YOUR INSTRUCTIONS →
Out of the listing below, copy every line that carries the string "GDSII".

DATASET ENTRIES →
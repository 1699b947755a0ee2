/*
 * Copyright (c) 2026 Apertura contributors.
 * SPDX-License-Identifier: EPL-2.0
 */
package org.apertura.layout.tests.gds;

import java.io.ByteArrayOutputStream;
import java.nio.charset.StandardCharsets;
import java.util.HexFormat;

/**
 * Assembles GDSII records by hand, byte by byte, as laid out in Calma, "GDS II Stream Format
 * Manual", Release 6.0, February 1987: 2-byte big-endian record length (header included), record
 * type byte, data type byte, payload. Deliberately independent of the code under test (no use of its
 * encoder); 8-byte reals are given as hex bytes.
 */
public final class GdsBytes {

    private final ByteArrayOutputStream out = new ByteArrayOutputStream();

    /** Raw bytes written as hex pairs, spaces ignored: {@code hex("00 06 0D 02 00 2A")}. */
    public GdsBytes hex(String hex) {
        byte[] b = HexFormat.of().parseHex(hex.replace(" ", ""));
        out.write(b, 0, b.length);
        return this;
    }

    /** A record with the given payload bytes. */
    public GdsBytes record(int type, int dataType, byte[] payload) {
        int length = payload.length + 4;
        out.write(length >> 8);
        out.write(length);
        out.write(type);
        out.write(dataType);
        out.write(payload, 0, payload.length);
        return this;
    }

    /** A record without data (data type 0). */
    public GdsBytes empty(int type) {
        return record(type, 0, new byte[0]);
    }

    /** A record of 16-bit integers (data type 2), or a bit array (data type 1) when asked. */
    public GdsBytes int16(int type, int dataType, int... values) {
        byte[] p = new byte[values.length * 2];
        for (int i = 0; i < values.length; i++) {
            p[2 * i] = (byte) (values[i] >> 8);
            p[2 * i + 1] = (byte) values[i];
        }
        return record(type, dataType, p);
    }

    /** A record of 32-bit integers (data type 3). */
    public GdsBytes int32(int type, int... values) {
        byte[] p = new byte[values.length * 4];
        for (int i = 0; i < values.length; i++) {
            p[4 * i] = (byte) (values[i] >> 24);
            p[4 * i + 1] = (byte) (values[i] >> 16);
            p[4 * i + 2] = (byte) (values[i] >> 8);
            p[4 * i + 3] = (byte) values[i];
        }
        return record(type, 3, p);
    }

    /** An 8-byte real record (data type 5) from the hex of its values. */
    public GdsBytes real8(int type, String hex) {
        return record(type, 5, HexFormat.of().parseHex(hex.replace(" ", "")));
    }

    /** An ASCII record (data type 6), NUL-padded to an even length. */
    public GdsBytes ascii(int type, String s) {
        byte[] b = s.getBytes(StandardCharsets.US_ASCII);
        byte[] p = new byte[b.length + (b.length & 1)];
        System.arraycopy(b, 0, p, 0, b.length);
        return record(type, 6, p);
    }

    /** HEADER 600, BGNLIB with zero dates, LIBNAME, UNITS 0.001 / 1e-9 (hex from references.md). */
    public GdsBytes libraryStart(String name) {
        int16(0x00, 2, 600);
        int16(0x01, 2, new int[12]);
        ascii(0x02, name);
        return real8(0x03, "3E 41 89 37 4B C6 A7 F0  39 44 B8 2F A0 9B 5A 54");
    }

    /** BGNSTR with zero dates and STRNAME. */
    public GdsBytes structure(String name) {
        int16(0x05, 2, new int[12]);
        return ascii(0x06, name);
    }

    public GdsBytes endStructure() {
        return empty(0x07);
    }

    public GdsBytes endLibrary() {
        return empty(0x04);
    }

    /** BOUNDARY, LAYER, DATATYPE, XY (points as given), ENDEL. */
    public GdsBytes boundary(int layer, int datatype, int... xy) {
        empty(0x08);
        int16(0x0D, 2, layer);
        int16(0x0E, 2, datatype);
        int32(0x10, xy);
        return empty(0x11);
    }

    /** Current size in bytes (the offset of the next record). */
    public int size() {
        return out.size();
    }

    public byte[] bytes() {
        return out.toByteArray();
    }

    /**
     * A random mutant of a stream file: a few random bytes, one byte set to 0x00 or 0xFF, a
     * truncation, or a range of up to 64 bytes deleted or duplicated.
     */
    public static byte[] mutate(byte[] original, java.util.Random random) {
        byte[] b = original.clone();
        switch (random.nextInt(5)) {
            case 0 -> { // a few random bytes
                int n = 1 + random.nextInt(4);
                for (int k = 0; k < n; k++) {
                    b[random.nextInt(b.length)] = (byte) random.nextInt(256);
                }
            }
            case 1 -> { // one byte of a record header region set to an extreme value
                b[random.nextInt(b.length)] = (byte) (random.nextBoolean() ? 0x00 : 0xFF);
            }
            case 2 -> b = java.util.Arrays.copyOf(b, random.nextInt(b.length)); // truncation
            case 3 -> { // delete a range
                int from = random.nextInt(b.length);
                int len = 1 + random.nextInt(Math.min(64, b.length - from));
                byte[] c = new byte[b.length - len];
                System.arraycopy(b, 0, c, 0, from);
                System.arraycopy(b, from + len, c, from, b.length - from - len);
                b = c;
            }
            default -> { // duplicate a range
                int from = random.nextInt(b.length);
                int len = 1 + random.nextInt(Math.min(64, b.length - from));
                byte[] c = new byte[b.length + len];
                System.arraycopy(b, 0, c, 0, from + len);
                System.arraycopy(b, from, c, from + len, b.length - from);
                b = c;
            }
        }
        return b;
    }

    /** The eight bytes of a GDSII 8-byte real (excess-64 base-16) for v. */
    public static byte[] real8(double v) {
        long bits = org.apertura.layout.gds.Real8.encode(v);
        byte[] b = new byte[8];
        for (int i = 0; i < 8; i++) {
            b[i] = (byte) (bits >>> (56 - 8 * i));
        }
        return b;
    }
}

OUTPUT →
 * Assembles GDSII records by hand, byte by byte, as laid out in Calma, "GDS II Stream Format
    /** The eight bytes of a GDSII 8-byte real (excess-64 base-16) for v. */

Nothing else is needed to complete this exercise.